Assignment: Copy out each line of the data that includes the string "index".

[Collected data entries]
※ ※ ※

//! The r x c table of counts, its margins, expected counts, and the removal of empty rows
//! and columns.

use crate::error::{NotTestable, NotTestableReason, StatsError};

/// An r x c table of non-negative counts, stored row-major, with its margins.
///
/// Rows are groups (sites, lines); columns are outcomes. The grand total and every margin
/// fit in a `u64` (checked on construction).
#[derive(Debug, Clone, PartialEq, Eq)]
pub struct Table {
    rows: usize,
    cols: usize,
    counts: Vec<u64>,
    row_totals: Vec<u64>,
    col_totals: Vec<u64>,
    total: u64,
}

/// A table with its all-zero rows and columns removed, and the map back to the input.
#[derive(Debug, Clone, PartialEq, Eq)]
pub struct Reduced {
    /// The table of the kept rows and columns (every margin > 0). When nothing is kept in
    /// one direction this is the original table (see [`Reduced::testable`]).
    pub table: Table,
    /// Input indices of the kept rows, in order.
    pub kept_rows: Vec<usize>,
    /// Input indices of the kept columns, in order.
    pub kept_cols: Vec<usize>,
    /// Input indices of the rows dropped because their total is 0.
    pub dropped_rows: Vec<usize>,
    /// Input indices of the columns dropped because their total is 0.
    pub dropped_cols: Vec<usize>,
}

impl Reduced {
    /// The reduced table when it has at least 2 rows and 2 columns; otherwise why not.
    pub fn testable(&self) -> Result<&Table, StatsError> {
        let reason = if self.kept_rows.len() < 2 {
            NotTestableReason::TooFewRows {
                usable: self.kept_rows.len(),
            }
        } else if self.kept_cols.len() < 2 {
            NotTestableReason::TooFewColumns {
                usable: self.kept_cols.len(),
            }
        } else {
            return Ok(&self.table);
        };
        Err(StatsError::NotTestable(NotTestable {
            reason,
            dropped_rows: self.dropped_rows.clone(),
            dropped_cols: self.dropped_cols.clone(),
        }))
    }
}

impl Table {
    /// A `rows` x `cols` table from counts in row-major order.
    ///
    /// ```
    /// use dispar_stats::table::Table;
    /// let t = Table::new(2, 2, vec![3, 1, 1, 3])?;
    /// assert_eq!(t.row_totals(), &[4, 4]);
    /// assert_eq!(t.total(), 8);
    /// # Ok::<(), dispar_stats::StatsError>(())
    /// ```
    pub fn new(rows: usize, cols: usize, counts: Vec<u64>) -> Result<Table, StatsError> {
        if rows == 0 || cols == 0 {
            return Err(StatsError::EmptyTable);
        }
        let expected = rows.checked_mul(cols).ok_or(StatsError::Overflow)?;
        if counts.len() != expected {
            return Err(StatsError::ShapeMismatch {
                rows,
                cols,
                expected,
                len: counts.len(),
            });
        }
        let mut row_totals = vec![0u64; rows];
        let mut col_totals = vec![0u64; cols];
        let mut total = 0u64;
        for (r, row) in counts.chunks_exact(cols).enumerate() {
            let mut sum = 0u64;
            for (c, &x) in row.iter().enumerate() {
                sum = sum.checked_add(x).ok_or(StatsError::Overflow)?;
                col_totals[c] = col_totals[c].checked_add(x).ok_or(StatsError::Overflow)?;
            }
            row_totals[r] = sum;
            total = total.checked_add(sum).ok_or(StatsError::Overflow)?;
        }
        Ok(Table {
            rows,
            cols,
            counts,
            row_totals,
            col_totals,
            total,
        })
    }

    /// A table from its rows; every row must have the same length.
    pub fn from_rows(rows: &[Vec<u64>]) -> Result<Table, StatsError> {
        let first = rows.first().ok_or(StatsError::EmptyTable)?;
        let cols = first.len();
        let mut counts = Vec::with_capacity(rows.len() * cols);
        for (row, values) in rows.iter().enumerate() {
            if values.len() != cols {
                return Err(StatsError::RaggedRows {
                    row,
                    len: values.len(),
                    expected: cols,
                });
            }
            counts.extend_from_slice(values);
        }
        Table::new(rows.len(), cols, counts)
    }

    /// The k x 2 table of a rate comparison from `(inspected, defective)` per group:
    /// column 0 is defective, column 1 conforming (`inspected - defective`).
    ///
    /// ```
    /// use dispar_stats::table::Table;
    /// let t = Table::from_rates(&[(300, 36), (300, 46)])?;
    /// assert_eq!(t.get(1, 0), 46);
    /// assert_eq!(t.get(1, 1), 254);
    /// # Ok::<(), dispar_stats::StatsError>(())
    /// ```
    pub fn from_rates(groups: &[(u64, u64)]) -> Result<Table, StatsError> {
        let mut counts = Vec::with_capacity(groups.len() * 2);
        for (index, &(inspected, defective)) in groups.iter().enumerate() {
            if defective > inspected {
                return Err(StatsError::DefectiveExceedsInspected {
                    index,
                    inspected,
                    defective,
                });
            }
            counts.push(defective);
            counts.push(inspected - defective);
        }
        Table::new(groups.len(), 2, counts)
    }

    /// Number of rows.
    pub fn rows(&self) -> usize {
        self.rows
    }

    /// Number of columns.
    pub fn cols(&self) -> usize {
        self.cols
    }

    /// The count in row `r`, column `c`.
    ///
    /// # Panics
    /// When `r` or `c` is out of range.
    pub fn get(&self, r: usize, c: usize) -> u64 {
        assert!(
            r < self.rows && c < self.cols,
            "cell ({r}, {c}) out of range"
        );
        self.counts[r * self.cols + c]
    }

    /// All counts, row-major.
    pub fn counts(&self) -> &[u64] {
        &self.counts
    }

    /// The counts of row `r`.
    ///
    /// # Panics
    /// When `r` is out of range.
    pub fn row(&self, r: usize) -> &[u64] {
        &self.counts[r * self.cols..(r + 1) * self.cols]
    }

    /// Row totals.
    pub fn row_totals(&self) -> &[u64] {
        &self.row_totals
    }

    /// Column totals.
    pub fn col_totals(&self) -> &[u64] {
        &self.col_totals
    }

    /// Grand total N.
    pub fn total(&self) -> u64 {
        self.total
    }

    /// Expected count under independence, `R_r C_c / N` (0 when N is 0).
    pub fn expected(&self, r: usize, c: usize) -> f64 {
        if self.total == 0 {
            return 0.0;
        }
        self.row_totals[r] as f64 * (self.col_totals[c] as f64 / self.total as f64)
    }

    /// Number of rows with a non-zero total.
    pub fn nonzero_rows(&self) -> usize {
        self.row_totals.iter().filter(|&&t| t > 0).count()
    }

    /// Number of columns with a non-zero total.
    pub fn nonzero_cols(&self) -> usize {
        self.col_totals.iter().filter(|&&t| t > 0).count()
    }

    /// Drops all-zero rows and columns, reporting which.
    ///
    /// ```
    /// use dispar_stats::table::Table;
    /// let t = Table::from_rows(&[vec![1, 0, 2], vec![0, 0, 0], vec![3, 0, 4]])?;
    /// let r = t.reduce();
    /// assert_eq!(r.dropped_rows, vec![1]);
    /// assert_eq!(r.dropped_cols, vec![1]);
    /// assert_eq!(r.table.counts(), &[1, 2, 3, 4]);
    /// # Ok::<(), dispar_stats::StatsError>(())
    /// ```
    pub fn reduce(&self) -> Reduced {
        let split = |totals: &[u64]| -> (Vec<usize>, Vec<usize>) {
            (0..totals.len()).partition(|&i| totals[i] > 0)
        };
        let (kept_rows, dropped_rows) = split(&self.row_totals);
        let (kept_cols, dropped_cols) = split(&self.col_totals);
        let nothing_dropped = dropped_rows.is_empty() && dropped_cols.is_empty();
        let nothing_kept = kept_rows.is_empty() || kept_cols.is_empty();
        let table = if nothing_dropped || nothing_kept {
            self.clone()
        } else {
            let mut counts = Vec::with_capacity(kept_rows.len() * kept_cols.len());
            for &r in &kept_rows {
                for &c in &kept_cols {
                    counts.push(self.counts[r * self.cols + c]);
                }
            }
            Table {
                rows: kept_rows.len(),
                cols: kept_cols.len(),
                counts,
                row_totals: kept_rows.iter().map(|&r| self.row_totals[r]).collect(),
                col_totals: kept_cols.iter().map(|&c| self.col_totals[c]).collect(),
                total: self.total,
            }
        };
        Reduced {
            table,
            kept_rows,
            kept_cols,
            dropped_rows,
            dropped_cols,
        }
    }

    /// Whether this is a 2 x 2 table.
    pub fn is_2x2(&self) -> bool {
        self.rows == 2 && self.cols == 2
    }
}

#[cfg(test)]
mod tests {
    use super::*;

    #[test]
    fn construction_rejects_bad_shapes() {
        assert_eq!(Table::new(0, 2, vec![]), Err(StatsError::EmptyTable));
        assert!(matches!(
            Table::new(2, 2, vec![1, 2, 3]),
            Err(StatsError::ShapeMismatch { len: 3, .. })
        ));
        assert!(matches!(
            Table::from_rows(&[vec![1, 2], vec![3]]),
            Err(StatsError::RaggedRows { row: 1, .. })
        ));
        assert_eq!(Table::from_rows(&[]), Err(StatsError::EmptyTable));
        assert!(matches!(
            Table::from_rates(&[(5, 6)]),
            Err(StatsError::DefectiveExceedsInspected { index: 0, .. })
        ));
    }

    #[test]
    fn totals_that_overflow_are_an_error() {
        assert_eq!(
            Table::new(1, 2, vec![u64::MAX, 1]),
            Err(StatsError::Overflow)
        );
        assert_eq!(
            Table::new(2, 1, vec![u64::MAX, 1]),
            Err(StatsError::Overflow)
        );
    }

    #[test]
    fn margins_and_expected_counts_follow_the_definition() {
        let t = Table::from_rows(&[vec![10, 20], vec![30, 40]]).expect("valid");
        assert_eq!(t.row_totals(), &[30, 70]);
        assert_eq!(t.col_totals(), &[40, 60]);
        assert_eq!(t.total(), 100);
        assert!((t.expected(0, 0) - 12.0).abs() < 1e-12);
        assert!((t.expected(1, 1) - 42.0).abs() < 1e-12);
        assert_eq!(t.row(1), &[30, 40]);
    }

    #[test]
    fn a_table_with_one_usable_row_is_not_testable() {
        let t = Table::from_rows(&[vec![0, 0], vec![3, 4]]).expect("valid");
        let r = t.reduce();
        match r.testable() {
            Err(StatsError::NotTestable(nt)) => {
                assert_eq!(nt.reason, NotTestableReason::TooFewRows { usable: 1 });
                assert_eq!(nt.dropped_rows, vec![0]);
            }
            other => panic!("expected NotTestable, got {other:?}"),
        }
        let all_zero = Table::new(2, 2, vec![0; 4]).expect("valid").reduce();
        assert!(all_zero.testable().is_err());
    }
}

※ ※ ※

Solved problem:
        for (index, &(inspected, defective)) in groups.iter().enumerate() {
                    index,
            Err(StatsError::DefectiveExceedsInspected { index: 0, .. })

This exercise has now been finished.